Я от какой-то глупости начинаю подтрунивать над одним из семиклассников, слабым и болезненным мальчиком. Сначала словом, а затем и делом. С чувством превосходства и собственного достоинства после этого  возвращаюсь с Сашей Рейнгардтом через парк домой. И тут среди зарослей кустов нас неожиданно нагоняет Виктор Вакула – одноклассник того самого обиженного мною парня. Витя настойчиво и, знаете, так убедительно раза два или три объясняет мне, в чем я был не прав. Восстановив справедливость, он также стремительно растворяется в зеленых зарослях парка.
После пятого года учебы два наших, видимо, очень больших по числу учеников класса были поделены на три. С некоторыми из моих старинных друзей судьба развела нас.

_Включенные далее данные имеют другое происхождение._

import { type Metadata } from 'next'
import { notFound } from 'next/navigation'
import { showOrNotFound } from '@/app/_show-or-not-found'
import { EditionTable } from '@/components/edition/edition-table'
import { WithdrawButton } from '@/components/edition/withdraw-button'
import { DataTable } from '@/components/ui/data-table'
import { Facts } from '@/components/ui/facts'
import { Moment } from '@/components/ui/moment'
import { Notice } from '@/components/ui/notice'
import { PageBody } from '@/components/ui/page-body'
import { Section } from '@/components/ui/section'
import { requireActor } from '@/lib/access/actor'
import { getEdition } from '@/lib/access/editions'
import { can } from '@/lib/policy/can'
import { withdrawAction } from '../actions'

interface Props {
  readonly params: Promise<{ campaignId: string; number: string }>
}

async function editionOf({ params }: Props) {
  const actor = await requireActor()
  const { campaignId, number } = await params
  if (!/^[1-9]\d{0,6}$/.test(number)) notFound()
  return { actor, edition: await showOrNotFound(getEdition(actor, campaignId, Number(number))) }
}

export async function generateMetadata(props: Props): Promise<Metadata> {
  const { edition } = await editionOf(props)
  return { title: `${edition.content.ranking.campaignCode}, edition ${String(edition.number)}` }
}

export default async function EditionPage(props: Props) {
  const { actor, edition } = await editionOf(props)
  const { ranking, runs, laboratory } = edition.content
  const api = `/api/v1/campaigns/${edition.campaignId}/editions/${String(edition.number)}`
  return (
    <PageBody>
      <Section
        title={`${ranking.campaignName}, edition ${String(edition.number)}`}
        note={`${laboratory === '' ? '' : `${laboratory}. `}Numbers with half of their ${String(Math.round(ranking.confidenceLevel * 1000) / 10)} % interval.`}
        actions={
          <span className="flex flex-wrap items-center gap-3">
            <a href={`${api}/ranking.csv`}>CSV</a>
            <a href={`${api}/ranking.xlsx`}>XLSX</a>
            <a href={api}>JSON</a>
            {edition.withdrawnAt === null && can.publish(actor, edition.campaignId) ? (
              <WithdrawButton
                number={edition.number}
                withdraw={withdrawAction.bind(null, edition.campaignId, edition.number)}
              />
            ) : null}
          </span>
        }
      >
        {edition.withdrawnAt === null ? null : (
          <Notice kind="fault" className="mb-3" title="Withdrawn.">
            <Moment at={edition.withdrawnAt} />, {edition.withdrawnByName}: {edition.withdrawnReason}
          </Notice>
        )}
        {edition.isIntact ? null : (
          <Notice kind="fault" className="mb-3" title="The content does not have the hash it was published under.">
            Something outside the product changed it. Rely on nothing below, and tell an admin.
          </Notice>
        )}
        <EditionTable ranking={ranking} caption={`Ranking of edition ${String(edition.number)}`} />
        <p className="max-w-prose text-[13px] text-ink-2">{ranking.summary}</p>
      </Section>
      <Section title="How it stands">
        <Facts
          items={[
            { label: 'Published', value: <Moment at={edition.publishedAt} /> },
            { label: 'Signed by', value: edition.publishedByName },
            { label: 'The signature means', value: edition.statement },
            { label: 'Method', value: String(edition.methodNumber) },
            {
              label: 'Ranked by',
              value: `${ranking.rankedBy === 'rate' ? 'rate' : 'turnover frequency'} at ${(ranking.referenceTemperatureK - 273.15).toFixed(1)} °C`,
            },
            { label: 'Draws and seed', value: `${ranking.draws.toLocaleString('en')}, ${String(ranking.seed)}` },
            { label: 'Engine', value: edition.engineId },
            {
              label: 'SHA-256 of the content',
              value: (
                <>
                  <code className="break-all">{edition.contentSha256}</code>
                  {edition.isIntact ? ' (it still has it)' : null}
                </>
              ),
            },
          ]}
        />
      </Section>
      <Section title="Rests on" note="The decided runs and the bytes of their files.">
        <DataTable
          caption="Runs and files of the edition"
          rows={runs.flatMap((run) =>
            (run.files.length === 0 ? [null] : run.files).map((file, index) => ({ run, file, index })),
          )}
          rowKey={({ run, index }) => `${run.runId} ${String(index)}`}
          columns={[
            { key: 'run', head: 'Run', isRowHead: true, cell: ({ run }) => run.runCode },
            { key: 'sample', head: 'Sample', cell: ({ run }) => run.sampleCode },
            { key: 'decision', head: 'Decision', cell: ({ run }) => run.decision.replace('-', ' ') },
            { key: 'why', head: 'Why', cell: ({ run }) => run.decisionReason },
            { key: 'file', head: 'File', cell: ({ file }) => file?.fileName ?? '' },
            {
              key: 'hash',
              head: 'SHA-256',
              cell: ({ file }) => <code className="text-[12px] break-all">{file?.sha256 ?? ''}</code>,
            },
          ]}
        />
      </Section>
    </PageBody>
  )
}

Руководителем моего нового 6 «В» стала Людмила Николаевна Степанова, с которой мы прошли все оставшиеся школьные годы. К этому времени она нам была уже хорошо известна, так как целых два года вела в нашем классе алгебру. Не забуду момент знакомства с Людмилой Николаевной. Она заходит в кабинет математики на первом этаже школы. На ней белая футболка и прямая юбка, открытые туфли на высоком каблуке. Вся миниатюрная, аккуратная, молодая и красивая.
Став нашим классным руководителем, Людмила Николаевна стала вести у нас еще два предмета. К алгебре добавились геометрия и физика. Об этом можно было только мечтать: «Твой классный руководитель ведет у тебя три предмета». Мечта! По школьным меркам это везение накидывает к годовым оценкам каждому ученику по четверти, а может быть и по полбалла по преподаваемому классным руководителем предмету. Когда в самом конце обучения появилась астрономия, Людмила Николаевна могла бы преподавать нам и ее, но это был уже перебор. Нас с астрономией передали в руки Веры Ивановны Овчаренко.
Людмила Николаевна мастерски учила нас трем важным дисциплинам. Я не помню ни одного случая, чтобы какой-нибудь, пусть даже самый сложный пример, вызвал у нее затруднение.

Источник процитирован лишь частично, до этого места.